This verse is taken from:
Luke 4. 1-14
The Lord’s temptations follow directly from His baptism, 3. 21, 22. He is ‘full of’ the same Holy Spirit who descended upon Him, v. 1. On the other side, doubtless the devil observed the Father’s acknowledgement of Him as His ‘beloved Son’, and was eager to counter with ‘If thou be the Son of God . . . ’, vv. 3, 9. Thus, from the devil’s perspective, the temptations were an attempt to make Him sin; from the divine perspective, they were to prove that He could not sin. And the Lord did indeed triumph, so that having been ‘led by the Spirit into the wilderness’, v. 1, He ‘returned in the power of the Spirit into Galilee’, v. 14.
Three specific temptations are recorded for us. In the first, vv. 3-4, the devil is attempting to make the Lord use His powers to provide for His own bodily needs, outside the will of God. Unquestionably, He was capable of producing food miraculously, as all four Gospels show, but for the benefit of others, not to satisfy His own needs, and in accordance with the will of God: certainly not at the behest of Satan.
In the second, vv. 5-8, Satan offers the Lord the kingdoms of the world, if He will worship him. The kingdoms will be His, but the timing will be God’s, not Satan’s; they will be given by God, not the devil; they will be His on a righteous basis, not by giving allegiance to the ‘god of this world’.
In the third, vv. 9-12, the enemy subtly uses scripture to try to make the Lord throw Himself from a height to the ground.
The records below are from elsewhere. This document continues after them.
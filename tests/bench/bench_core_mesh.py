"""Mesh convergence of the core's inductance rise (run by hand: ``python tests/bench/bench_core_mesh.py``; minutes).

For the two steel slipway designs, eq. (1) of
:mod:`render.impedance.construction_core` (ΔL = Σ m_i·B₁(r_i)) is solved for
coil_a's field on the shipped cells and on the steel's cells multiplied
(x, y, z) in each pole piece's top slab and body, and printed with the cell
count and the wall time of the one solve. The bar magnet (recoil µr 1.05)
keeps its cells. Each part's cells are multiplied, not recut, so every level
nests the shipped cells (a screw's twelve top columns are each split too).

The last three levels of one refinement (a blade's top and body across x; a
screw's body across x and y) give a Richardson estimate of its limit,

    ΔL∞ ≈ ΔL_n + (ΔL_n − ΔL_{n−1}) / ((n/(n−1))^p − 1),

with the order p fitted to the last three (ΔL = ΔL∞ − a·h^p, h = 1/n);
Richardson, Phil. Trans. R. Soc. A 210, 307–357, 1911. The other sides are
refined twice once each, to show what they add on top. What is printed is
the table of the README's "The core, from the construction" (paragraph "Mesh
error, measured"). Not collected by pytest (no unit test is timed).

Measured on 2026-12-02 (coil_a; wall seconds of one solve on a shared 2-core
machine, scattering by up to a factor of two):

- slipway-steel-blades: shipped 42.23 mH (816 cells, 4.5 s); top and body
  across x 2×, 3×, 4×: 44.84, 45.51, 45.78 mH (1376, 1936, 2496 cells; 14, 9,
  21 s); p 1.65, ≈ 46.22 mH, shipped −8.6 %. Body alone 2×, 3×, 4×: 44.29,
  44.95, 45.03 mH (928, 1040, 1152 cells; 2–4 s). With the body 2×, y 2× adds
  0.18 mH, z 2× 0.04 mH.
- slipway-steel-poles: shipped 32.72 mH (928 cells, 1.9 s); body across x
  and y 2×, 3×, 4×: 34.42, 35.21, 35.61 mH (1216, 1696, 2368 cells; 4, 8,
  17 s); p 0.98, ≈ 36.84 mH, shipped −11.2 %. With the body 2×, each top
  column split in four adds 0.53 mH (2944 cells, 25 s), z 2× 0.75 mH (2176
  cells, 17 s): the full limit is about 38 mH or more.
"""

from __future__ import annotations

import os
import sys
import time
from dataclasses import replace
from pathlib import Path

import numpy as np
from scipy.optimize import brentq

ROOT = Path(__file__).resolve().parents[2]
sys.path.insert(0, str(ROOT))
os.environ.setdefault("RENDER_CACHE_DIR", "off")

# (top slab's multipliers, body's multipliers) per level; the levels marked True form the Richardson sequence (n = its x multiplier)
STUDIES = {
    "slipway-steel-blades": [
        (((1, 1, 1), (1, 1, 1)), True),
        (((2, 1, 1), (2, 1, 1)), True),
        (((3, 1, 1), (3, 1, 1)), True),
        (((4, 1, 1), (4, 1, 1)), True),
        (((1, 1, 1), (2, 1, 1)), False),
        (((1, 1, 1), (3, 1, 1)), False),
        (((1, 1, 1), (4, 1, 1)), False),
        (((1, 2, 1), (2, 2, 1)), False),
        (((1, 1, 2), (2, 1, 2)), False),
    ],
    "slipway-steel-poles": [
        (((1, 1, 1), (1, 1, 1)), True),
        (((1, 1, 1), (2, 2, 1)), True),
        (((1, 1, 1), (3, 3, 1)), True),
        (((1, 1, 1), (4, 4, 1)), True),
        (((2, 2, 1), (2, 2, 1)), False),
        (((1, 1, 2), (2, 2, 2)), False),
    ],
}


def _rise(design, top, body) -> tuple[float, int, float]:
    """(coil_a's rise from coil_a's own field, H; cells; seconds) with the steel's cells multiplied."""
    from render.impedance.construction_core import cell_linkage
    from render.magnetics.coil import coil_centres, placed_coil
    from render.magnetics.sensing import APPLIED_NODES
    from render.magnetics.steel import solve

    b = design.construction
    ca, cb = coil_centres(design.coil_a.position, design.coil_b.position)
    parts = []
    for p in b.construction.parts(ca, cb, b.geometry_a, b.geometry_b):
        q = top if p.name.endswith(" top") else body if p.name.endswith(" body") else (1, 1, 1)
        parts.append(replace(p, cells=tuple(n * k for n, k in zip(p.cells, q))))
    coil = placed_coil(b.geometry_a, centre=ca, nodes=APPLIED_NODES)
    t = time.perf_counter()
    cells = solve(parts, applied=coil.field_per_amp, remanence=False)
    seconds = time.perf_counter() - t
    return float(cell_linkage(cells, coil.field_per_amp).sum()), sum(int(np.prod(p.cells)) for p in parts), seconds


def main() -> None:
    from render.design import load_design

    for stem, levels in STUDIES.items():
        design = load_design(ROOT / "models" / f"{stem}.toml")
        print(f"{stem}: coil_a's core rise, the steel's cells multiplied (top slab x, y, z; body x, y, z)")
        sequence = []
        for (top, body), richardson in levels:
            rise, cells, seconds = _rise(design, top, body)
            print(f"  top {top} body {body}  {cells:5d} cells  {rise * 1e3:7.3f} mH  {seconds:6.1f} s", flush=True)
            if richardson:
                sequence.append((body[0], rise))
        (n1, a), (n2, b), (n3, c) = sequence[-3:]
        p = brentq(lambda q: (n1**-q - n2**-q) / (n2**-q - n3**-q) - (b - a) / (c - b), 0.05, 8.0)
        limit = c + (c - b) / ((n3 / n2) ** p - 1)
        base = sequence[0][1]
        print(f"  order p {p:.2f}; converged along that refinement ≈ {limit * 1e3:.2f} mH: the shipped cells give {100 * (base / limit - 1):+.1f} %")


if __name__ == "__main__":
    main()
How often still does he misapply scriptures in order to achieve his evil purposes! But the Lord will have none of it: the promises of preservation are there for the encouragement of the righteous, not as a basis for putting God to the test.
When Satan tempts us, he does not tell us to produce food, or take us up mountains, or to Jerusalem, but still he would have us go outside the will of God to satisfy our own desires. He would put us in positions where we are tempted to value the gains of this world above our service of God, and he would do his utmost to make us act contrary to the teaching of scripture. We should respond as the Lord did, ‘It is written . . . ’, vv. 4, 8.